# Newbie with cash!



## karonlouise (Mar 27, 2009)

Hi Everyone

I'm new to the site, looking to buy VGC low mileage 225 coupe would consider anything between 1999 - 2001 as long as the mileage is low and has good service history my preference would be black but would consider any colour as long as it doesn't have the blue leather interior (sorry its just not my style!) I'm based in Essex but happy to travel to get the right car - cash waiting.


----------



## Wallsendmag (Feb 12, 2004)

Welcome to the forum


----------



## jammyd (Oct 11, 2008)

Welcome to the forum 

What sort of mileage were you looking for?


----------



## karonlouise (Mar 27, 2009)

ideally 50K or less but would consider up to 60K, would appreciate advise on price too as they seem to vary wildly - especially the dealers! Test drove a 99 with 49K on it but was up for nearly 8K which seemed a little steep! What should I be looking to pay?
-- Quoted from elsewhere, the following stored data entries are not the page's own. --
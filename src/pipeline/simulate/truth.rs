//! The truth file: the laws by site and band, the winds they met, and the settings.

use super::{INVENTED, SensorTruth};
use crate::science::simulate::{BandLaw, Settings, Windows, law_level_db};
use serde::Serialize;

#[derive(Serialize)]
struct Truth<'a> {
    comment: &'static str,
    seed: u64,
    first_window: String,
    windows: usize,
    sensor: Vec<AtSensor<'a>>,
    /// The settings again, with the seed that was used.
    settings: Settings,
}

#[derive(Serialize)]
struct AtSensor<'a> {
    site: &'a str,
    sensor: &'a str,
    windows_with_levels: usize,
    median_wind_m_s: f64,
    wind_q99_m_s: f64,
    greatest_wind_m_s: f64,
    band: Vec<Band>,
}

#[derive(Serialize)]
struct Band {
    centre_hz: f64,
    floor_db: f64,
    slope_db_per_decade: f64,
    crossover_m_s: f64,
    wind_component_at_10_m_s_db: f64,
    level_at_10_m_s_db: f64,
    #[serde(skip_serializing_if = "Option::is_none")]
    onset_m_s: Option<f64>,
    #[serde(skip_serializing_if = "Option::is_none")]
    post_onset_slope_db_per_decade: Option<f64>,
    #[serde(skip_serializing_if = "Option::is_none")]
    share_above_onset: Option<f64>,
}

pub(super) fn truth_text(
    settings: &Settings,
    seed: u64,
    windows: Windows,
    truths: &[SensorTruth<'_>],
) -> Result<String, String> {
    let truth = Truth {
        comment: INVENTED,
        seed,
        first_window: windows.start.iso(),
        windows: windows.count,
        sensor: truths.iter().map(sensor).collect(),
        settings: Settings { seed, ..settings.clone() },
    };
    toml::to_string(&truth).map_err(|error| format!("the truth cannot be written: {error}"))
}

fn sensor<'a>(truth: &SensorTruth<'a>) -> AtSensor<'a> {
    let has_level = |window: usize| truth.levels_db.iter().any(|levels| !levels[window].is_nan());
    let mut winds: Vec<f64> = (0..truth.speeds_m_s.len())
        .filter(|window| has_level(*window))
        .map(|window| truth.speeds_m_s[window])
        .collect();
    winds.sort_unstable_by(f64::total_cmp);
    let at = |share: f64| {
        let place = (share * winds.len() as f64) as usize;
        winds.get(place.min(winds.len().saturating_sub(1))).map_or(0.0, |speed| (speed * 1e3).round() / 1e3)
    };
    AtSensor {
        site: &truth.site.id,
        sensor: &truth.sensor.id,
        windows_with_levels: winds.len(),
        median_wind_m_s: at(0.5),
        wind_q99_m_s: at(0.99),
        greatest_wind_m_s: at(1.0),
        band: truth.laws.iter().map(|law| band(law, &winds)).collect(),
    }
}

fn band(law: &BandLaw, winds: &[f64]) -> Band {
    let round = |value: f64| (value * 1e4).round() / 1e4;
    let above = |onset: f64| winds.iter().filter(|speed| **speed > onset).count() as f64 / winds.len().max(1) as f64;
    Band {
        centre_hz: law.centre_hz,
        floor_db: round(law.floor_db),
        slope_db_per_decade: law.slope_db_per_decade,
        crossover_m_s: round(law.crossover_m_s),
        wind_component_at_10_m_s_db: round(law.wind_component_at_10_m_s_db()),
        level_at_10_m_s_db: round(law_level_db(law, law.floor_db, 10.0)),
        onset_m_s: law.onset_m_s,
        post_onset_slope_db_per_decade: law.onset_m_s.map(|_| law.post_onset_slope_db_per_decade),
        share_above_onset: law.onset_m_s.map(|onset| round(above(onset))),
    }
}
I know about the cambelt change but is there anything else I should be looking out for/avoiding?

Thanks
Karon


----------



## malstt (Apr 18, 2007)

Welcome to the forum, some nice tt's for sale on here. 8)


----------



## karonlouise (Mar 27, 2009)

Hi - thought I'd found a too good to be true car on autotrader for all of about 5 mins - 2003 225 54K miles, just under £7K(http://search.autotrader.co.uk/es-uk/ww ... ns=&page=2)

HPI came back a CAT D right off - seller reckons he bought from someone in cumbria a couple of weeks ago and just selling on to make money and didn't know the history - what a crock! does anyone know this car?? :evil:


----------



## Guest (Apr 3, 2009)

You should be able to get one for less than 6k these days.


----------



## T3RBO (Dec 9, 2003)

Welcome


----------



## karonlouise (Mar 27, 2009)

Hurrah - very proud new owner - silver 225 '01 68K - pick it up next week - very happy


----------



## keith (Feb 15, 2009)

wellcome hope you enjoy the drive


----------



## jammyd (Oct 11, 2008)

karonlouise said:


> Hurrah - very proud new owner - silver 225 '01 68K - pick it up next week - very happy


We will want pictures


----------